Win-wins for all

As New Territories towns come close to collapsing under the weight of Mainland shoppers, even the pro-landlord/tourism Standard starts to look alarmed. It calls for a ‘win-win’ in what it describes as a tussle between ‘market forces’ (beneficiaries of the cross-border arbitrage-distortion) and ‘government’ (the local residents). Meanwhile, after suffering a week-long mob-assault from the Hong Kong commentariat, Financial Secretary John Tsang gets an exceptionally brutal kick in the teeth from a South China Morning Post column.

What’s the connection? Deep in the bowels of the bureaucracy-business nexus, a plot is afoot to establish a ‘win-win’ in line with Tsang’s obsession with expropriating and hoarding the population’s wealth for the benefit of private interests. It is all about increasing the quality and quantity of healthcare services by getting the middle class to pay higher hospital bills – and, at the same time, somehow getting enough extra money flowing through the system to enable the insurance industry to skim some off for itself as well.

Even the Standard grudgingly admits that it is unrealistic to find a  ‘win-win’ in the fight between people who benefit and people who lose from the influx of Mainland shoppers. Now imagine finding a way in which four different interests – middle-class consumers of health services, the John Tsang ‘your-money-is-ours’ bureaucracy, the insurance industry and the private medical sector – all emerge better off and satisfied from health-financing reform.

No, it can’t be done. Just as the shops and MTR in Sheung Shui and Fanling prove that you can’t get a quart into a pint pot, so this long-running absurdity proves you can’t get a quart out of one either.

No-one disagrees that Hong Kong needs to expand, and therefore put more resources into, hospital services. (If the city increased all health spending by roughly 50-100%, it would be in line with that of most developed economies as a percentage of GDP.) The simple solution is: just do it – with all its land-based revenues, the government can easily afford the extra expenditure. If we want to be ‘prudent’, we can also reasonably ask middle-class people who can afford it to pay more for public-hospital bills, currently capped at HK$100 a day regardless of treatment. We could even re-jig the largely pointless group health insurance many employers offer (the payouts for in-patient care are so low that people just use public hospitals anyway) to cover such higher bills.

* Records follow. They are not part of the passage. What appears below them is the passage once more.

"""The ways of answering one problem, each timed from the same files.

A way takes the path of a scenario and returns a `Run`. Imports are not timed: a measuring
process answers a tiny problem first. What is timed is said beside each way.

Baselines start from the setting in memory, and stop at a float answer. Ours starts from the
file and stops at a checked proof; saving is timed apart, since the others save nothing.
"""

from __future__ import annotations

import subprocess
import sys
import tempfile
import time
from collections.abc import Callable
from dataclasses import asdict, dataclass, field
from functools import cache
from pathlib import Path
from typing import Any

SAVED = 200_000
"""Profiles up to which saving is timed too."""

ROADS = ("ours", "full", "interim", "type-graph", "likeness")
"""The ways that are ours: the road that is taken by itself, and each by name."""


@dataclass(frozen=True)
class Run:
    """One answer: wall seconds, status, value of the first goal, road, seconds by part, sizes."""

    seconds: float
    status: str
    value: float | None = None
    exact: str = ""
    proved: bool = False
    path: str = ""
    parts: dict[str, float] = field(default_factory=dict)
    sizes: dict[str, int] = field(default_factory=dict)

    def plain(self) -> dict[str, Any]:
        """The run as JSON values."""
        return asdict(self)


def ours(path: Path, road: str | None = None) -> Run:
    """The library call: read the file, pose, prove, check. Saving is a part of its own."""
    from designer import pose, read_scenario

    began = time.perf_counter()
    setting = read_scenario(path)
    reading = time.perf_counter() - began
    verdict = pose(setting, path=road)
    seconds = time.perf_counter() - began
    parts = {"read": reading, **verdict.seconds}
    # Saving writes a line per profile: where there are too many, no table is kept.
    if setting.profiles <= SAVED:
        began = time.perf_counter()
        _save(verdict)
        parts["save"] = time.perf_counter() - began
    matrix = verdict.program.matrix
    value = verdict.goal_value
    named = verdict.goals[0].goal != "any"
    return Run(
        seconds,
        verdict.status,
        float(value) if value is not None and named else None,
        "" if value is None or not named else _short(str(value)),
        verdict.proved,
        verdict.path,
        parts,
        {
            "rows": matrix.rows,
            "columns": matrix.columns,
            "nonzeros": matrix.nonzeros,
            "profiles": setting.profiles,
        },
    )


def full(path: Path) -> Run:
    """The same, on the plain program that reduces nothing."""
    return ours(path, "full")


def interim(path: Path) -> Run:
    """The same, by the interim road."""
    return ours(path, "interim")


def type_graph(path: Path) -> Run:
    """The same, by the type-graph road."""
    return ours(path, "type-graph")


def likeness(path: Path) -> Run:
    """The same, by the likeness road."""
    return ours(path, "likeness")


def textbook(path: Path, quick: bool = False) -> Run:
    """PuLP and HiGHS as a textbook writes it: build and solve, from the setting in memory."""
    from designer import Demands, read_scenario
    from tests.oracles.textbook import build_and_solve

    setting = read_scenario(path)
    began = time.perf_counter()
    status, value, parts = build_and_solve(setting, Demands(), quick)
    return Run(time.perf_counter() - began, status, value, parts=parts)


def textbook_quick(path: Path) -> Run:
    """The same with terms added up by a dictionary instead of `lpSum`."""
    return textbook(path, quick=True)


def linprog(path: Path) -> Run:
    """Call scipy's linprog on sparse rows built with numpy: build and solve."""
    from benchmarks.naive import Naive
    from designer import Demands, read_scenario

    setting = read_scenario(path)
    began = time.perf_counter()
    rows = Naive(setting, Demands().over(setting))
    built = time.perf_counter()
    status, value = rows.solve()
    ended = time.perf_counter()
    parts = {"formulate": built - began, "solve": ended - built}
    return Run(ended - began, status, value, parts=parts)


def highs(path: Path, solver: str = "choose") -> Run:
    """HiGHS alone on our arrays, already floats: pass the model and run, nothing else."""
    from designer import Demands, read_scenario
    from designer.demands.formulate import formulate
    from designer.engines.floats import floats
    from designer.engines.model import load, quiet_highs

    setting = read_scenario(path)
    terms = Demands().over(setting)
    program = formulate(setting, terms)
    lp = program.stage(0)
    arrays = floats(lp)
    began = time.perf_counter()
    model = quiet_highs()
    if not load(model, arrays):
        raise RuntimeError("HiGHS refused the model")
    model.setOptionValue("solver", solver)
    if solver == "ipm":
        model.setOptionValue("run_crossover", "off")
    model.run()
    seconds = time.perf_counter() - began
    words = {7: "possible", 8: "impossible", 9: "undecided", 10: "unbounded"}
    status = words.get(int(model.getModelStatus()), "undecided")
    value = None
    if status == "possible" and terms.goals[0] != "any":
        reached = model.getInfo().objective_function_value / 2.0**arrays.cost_exp
        if lp.sense == "max":
            reached = -reached
        value = float(reached / lp.cost_den + float(lp.cost_const))
    return Run(seconds, status, value)


def simplex(path: Path) -> Run:
    """The same by the simplex method."""
    return highs(path, "simplex")


def ipm(path: Path) -> Run:
    """The same by interior point, without crossover to a vertex."""
    return highs(path, "ipm")


def formulate_only(path: Path) -> Run:
    """From the setting in memory to the exact labelled program."""
    from designer import Demands, read_scenario
    from designer.demands.formulate import formulate

    setting = read_scenario(path)
    terms = Demands().over(setting)
    began = time.perf_counter()
    matrix = formulate(setting, terms).matrix
    seconds = time.perf_counter() - began
    sizes = {"rows": matrix.rows, "columns": matrix.columns, "nonzeros": matrix.nonzeros}
    return Run(seconds, "formulated", sizes=sizes)


def recheck_only(path: Path) -> Run:
    """The checker alone on a saved proof; loading it and `designer recheck` are parts."""
    from designer import recheck
    from designer.proof.document import load_document

    status, sizes, raw = _proof(path)
    with tempfile.TemporaryDirectory() as folder:
        place = Path(folder, "proof.json")
        place.write_bytes(raw)
        began = time.perf_counter()
        document = load_document(place)
        loading = time.perf_counter() - began
        began = time.perf_counter()
        finding = recheck(document)
        seconds = time.perf_counter() - began
        parts = {"load": loading}
        shell = _shell("recheck", str(place))
        if shell is not None:
            parts["shell"] = shell
    said = status if finding.holds else "rejected"
    return Run(seconds, said, proved=finding.holds, path="full", parts=parts, sizes=sizes)


WAYS: dict[str, Callable[[Path], Run]] = {
    "ours": ours,
    "full": full,
    "interim": interim,
    "type-graph": type_graph,
    "likeness": likeness,
    "textbook": textbook,
    "textbook-quick": textbook_quick,
    "linprog": linprog,
    "highs": highs,
    "simplex": simplex,
    "ipm": ipm,
    "formulate": formulate_only,
    "recheck": recheck_only,
}
"""The ways measured in a process of their own; "shell" is timed from outside."""


def command(*words: str) -> list[str]:
    """The command line that runs `designer` with these words."""
    script = Path(sys.executable).with_name("designer")
    return [str(script), *words] if script.exists() else [sys.executable, "-m", "designer", *words]


def _shell(*words: str) -> float | None:
    """Wall seconds of one command; None if it fails."""
    began = time.perf_counter()
    done = subprocess.run(command(*words), capture_output=True, check=False)
    return time.perf_counter() - began if done.returncode == 0 else None


def _save(verdict: Any) -> None:
    """As `--save` does: tables, their audit, verdict and proof."""
    from designer.saving import planned, save
    from designer.views.documents import verdict_document

    with tempfile.TemporaryDirectory() as folder:
        save(verdict, folder, verdict_document(verdict, planned(verdict, folder)))


@cache
def _proof(path: Path) -> tuple[str, dict[str, int], bytes]:
    """Status, sizes and the proof document of a scenario, posed once on the full program."""
    from designer import pose
    from designer.proof.document import as_bytes

    verdict = pose(path, path="full")
    matrix = verdict.program.matrix
    raw = as_bytes(verdict.proof)
    sizes = {"rows": matrix.rows, "columns": matrix.columns, "nonzeros": matrix.nonzeros}
    return verdict.status, {**sizes, "bytes": len(raw)}, raw


def _short(text: str) -> str:
    return text if len(text) <= 40 else f"{len(text)} characters"
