def efficient(setting: Setting) -> tuple[list[Profile], dict[Profile, int]]:
    """All profiles, and the first best option at each."""
    profiles = list(itertools.product(*map(range, setting.shape)))
    options = range(len(setting.options))
    choice = {}
    for p in profiles:
        total = [sum(worth(setting, i, k, p[i]) for i in range(len(p))) for k in options]
        choice[p] = max(options, key=lambda k, total=total: (total[k], -k))  # type: ignore[misc]
    return profiles, choice


def worth(setting: Setting, i: int, k: int, own: int) -> Fraction:
    return Fraction(int(setting.parties[i].value[own, k]), setting.grain)


def table_of(
    setting: Setting,
    profiles: Sequence[Profile],
    choice: dict[Profile, int],
    pays: Callable[[int, Profile], Fraction],
) -> Table:
    options = range(len(setting.options))
    decides = [[int(k == choice[p]) for k in options] for p in profiles]
    amounts = [[pays(i, p) for p in profiles] for i in range(len(setting.parties))]
    return Table.of(decides, amounts)


@given(private() | private(parties=2))
@settings(max_examples=40, deadline=None)
def test_expected_externality_payments_are_honest_on_average_and_balance_always(
    setting: Setting,
) -> None:
    """Balanced by D'Aspremont and Gérard-Varet (1979), J. Public Economics 11:25-45.

    With independent private worths, t_i = -xi_i(theta_i) + sum_{j != i} xi_j(theta_j)/(n-1),
    xi_i(a) the others' expected worth when i says a, is Bayesian incentive compatible for the
    efficient decision and sums to zero at every profile.
    """
    profiles, choice = efficient(setting)
    n = len(setting.parties)

    def brings(i: int, own: int) -> Fraction:
        total, mass = Fraction(0), Fraction(0)
        for p in profiles:
            if p[i] == own:
                odds = math.prod(setting.parties[j].marginal[p[j]] for j in range(n) if j != i)
                total += odds * sum(worth(setting, j, choice[p], p[j]) for j in range(n) if j != i)
                mass += odds
        assert mass == 1
        return total

    gifts = [[brings(i, a) for a in range(size)] for i, size in enumerate(setting.shape)]

    def pays(i: int, p: Profile) -> Fraction:
        others = sum((gifts[j][p[j]] for j in range(n) if j != i), Fraction(0))
        return others / (n - 1) - gifts[i][p[i]]

    checked = audit(setting, table_of(setting, profiles, choice, pays))
    assert checked.holds["ic-bayesian"]
    assert checked.holds["balance-ex-post-exact"]
    assert checked.pot.least == checked.pot.most == checked.pot.expected == 0
    assert checked.decisions.efficient.holds
    assert checked.decisions.certain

But that would be too simple: it would presume that taxes continue to pay for most hospital care, and the private sector wouldn’t get a slice. Instead, generations of proposals for healthcare finance reform have attempted to force the middle class to buy at least some private insurance and to migrate to a larger private-hospital sector. Leaving aside the bureaucrats’ fears that the government will still have to subsidize all this at some stage, this presents two big problems.

First, the insurers will expect to make a profit somehow. One of the reasons virtually no developed economy in the world apart from the US tries to rely mainly on private insurance to pay for healthcare is that the numbers don’t add up. A US hospital with 900 beds employs 1,300 billings clerks. It’s simple economics, not political ideology: a single-payer system focuses money on care rather than admin. Second, Hong Kong’s private hospitals – like the ‘luxury’ housing developers or the Direct Subsidy ‘elite’ Schools – are focused on serving the wealthy rather than the middle class. Although they use public resources (cheap land grants), they are under little obligation to serve broader social needs. Meanwhile, the private doctors minimize competition from overseas-trained rivals and similarly focus on high-margin business.

The government bravely presses on. The latest move is to require private hospitals to reveal how much they will charge for treatments. And behind closed doors, the insurers’ lobby are trying to work out a way to be part of the win-win solution; the ideal for them would be a Mandatory Provident Fund type-arrangement, where your monthly premium payments are handed to them on a plate, and they enforce enough restrictions on coverage to ensure that they cover all their admin costs (no-one expects health insurance to make a profit on underwriting).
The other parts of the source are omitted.